A digital system like Trello or DropTask allows you to collect everything in one spot, and connects to other services you use, like email and calendars. Same for Evernote or Google’s suite of cloud-based products, though it’s less integrated than a board-based system like Trello. Simple to-do list apps can send you reminders and track appointments.
When assessing project management systems, there are a few decisions you need to make.
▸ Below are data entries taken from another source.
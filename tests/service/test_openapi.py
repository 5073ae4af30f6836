"""The interface is documented completely, and changes of it are decisions.

To accept a change: SWEEPMILL_TEST_REFRESH=1 python -m pytest tests/service/test_openapi.py
"""

import json
import os
from collections.abc import Iterator
from pathlib import Path
from typing import Any

import pytest

from sweepmill.messages import Amendment
from sweepmill.sweep import Sweep
from sweepmill_service.app import create_app
from sweepmill_service.settings import Settings

GOLDEN = Path(__file__).parent.parent / "golden" / "openapi.json"
REFRESH = "SWEEPMILL_TEST_REFRESH"
PROBLEM = {"$ref": "#/components/schemas/Problem"}


@pytest.fixture(scope="module")
def document() -> dict[str, Any]:
    return create_app(Settings(database="sqlite:///never-opened.sqlite")).openapi()


def operations(document: dict[str, Any]) -> Iterator[tuple[str, dict[str, Any]]]:
    for path, methods in document["paths"].items():
        for method, operation in methods.items():
            yield f"{method} {path}", operation


def test_the_document_is_the_accepted_one(document: dict[str, Any]) -> None:
    text = json.dumps(document, indent=1, sort_keys=True) + "\n"
    if os.environ.get(REFRESH):
        GOLDEN.write_text(text)
    assert GOLDEN.read_text() == text, f"the interface changed; if that is meant, run this test with {REFRESH}=1"


def test_every_call_is_described_and_every_success_has_an_example(document: dict[str, Any]) -> None:
    for name, operation in operations(document):
        assert operation["description"], name
        for status, answer in operation["responses"].items():
            assert answer["description"], (name, status)
            if status.startswith("2") and name != "get /metrics":
                contents = answer["content"]
                assert any("example" in content for content in contents.values()), (name, status)


def test_every_error_is_a_problem_document(document: dict[str, Any]) -> None:
    for name, operation in operations(document):
        errors = {status: answer for status, answer in operation["responses"].items() if status >= "4"}
        assert {"403", "421", "500"} <= errors.keys(), name
        for answer in errors.values():
            assert list(answer["content"]) == ["application/problem+json"]
            assert answer["content"]["application/problem+json"]["schema"] == PROBLEM


def test_every_body_has_examples_that_are_accepted(document: dict[str, Any]) -> None:
    bodies = [(name, one["requestBody"]) for name, one in operations(document) if "requestBody" in one]
    assert len(bodies) == 3
    for name, body in bodies:
        (content,) = body["content"].values()
        for example in content["examples"].values():
            if name.startswith("patch"):
                Amendment.model_validate(example["value"])
            else:
                Sweep.parse(example["value"])


def test_every_reference_leads_somewhere(document: dict[str, Any]) -> None:
    schemas = document["components"]["schemas"]
    text = json.dumps(document)
    named = {part.split('"')[0] for part in text.split("#/components/schemas/")[1:]}
    assert named <= schemas.keys()


def test_specifications_refer_to_the_schema_of_a_sweep(document: dict[str, Any]) -> None:
    for path in ("/v1/sweeps", "/v1/estimate"):
        content = document["paths"][path]["post"]["requestBody"]["content"]["application/json"]
        assert content["schema"] == {"$ref": "#/components/schemas/Sweep"}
What you need and what you don’t
Ask yourself if a management solution will create more work than it saves. It may create more short-term headaches but result in a more streamlined system down the road, or it just may be overkill. You may only need a simple to-do list app. Also, what are you willing to pay for? The free version of many products will be more limited, but most of us aren’t running complex organizations, either.
Define the scope
Do you want something for a single indexing job, or something to help you track every aspect of your business? Decide what you want, and go from there.
Teamwork
Project management systems are great for keeping track of subcontractors—assignments, deadlines, specialties, accounting—and for working on multi-indexer team projects.
Going solo
You can create systems to manage multiple projects you are indexing, especially if you are scheduled several months in advance. It’s also handy when you have long-term projects that come in batches, such as a journal.
What to track
You want a flexible system, so you can put in whatever is important to you. Most online systems will let you keep track of due dates, tasks, subtasks, team members, notes, and pretty much anything you can think of.
- Invoices in and out
- Deadlines and batch delivery dates
- Daily page quotas and targets
- Timesheets
- Editing and other standard checklists
- Correspondence
- General business planning and projections
- Marketing plans
- contact list
- targets
- scripts and email templates
- website update tasks
- blog and social media notes
- testimonials
Is there something you use that you love? I’d love to hear about it. Right now, I use a combination of my bullet journal, Dropbox, a simple spreadsheet for social media marketing, and Scrivener for blog posts. It’s kind of a mess, which is why I’m writing this!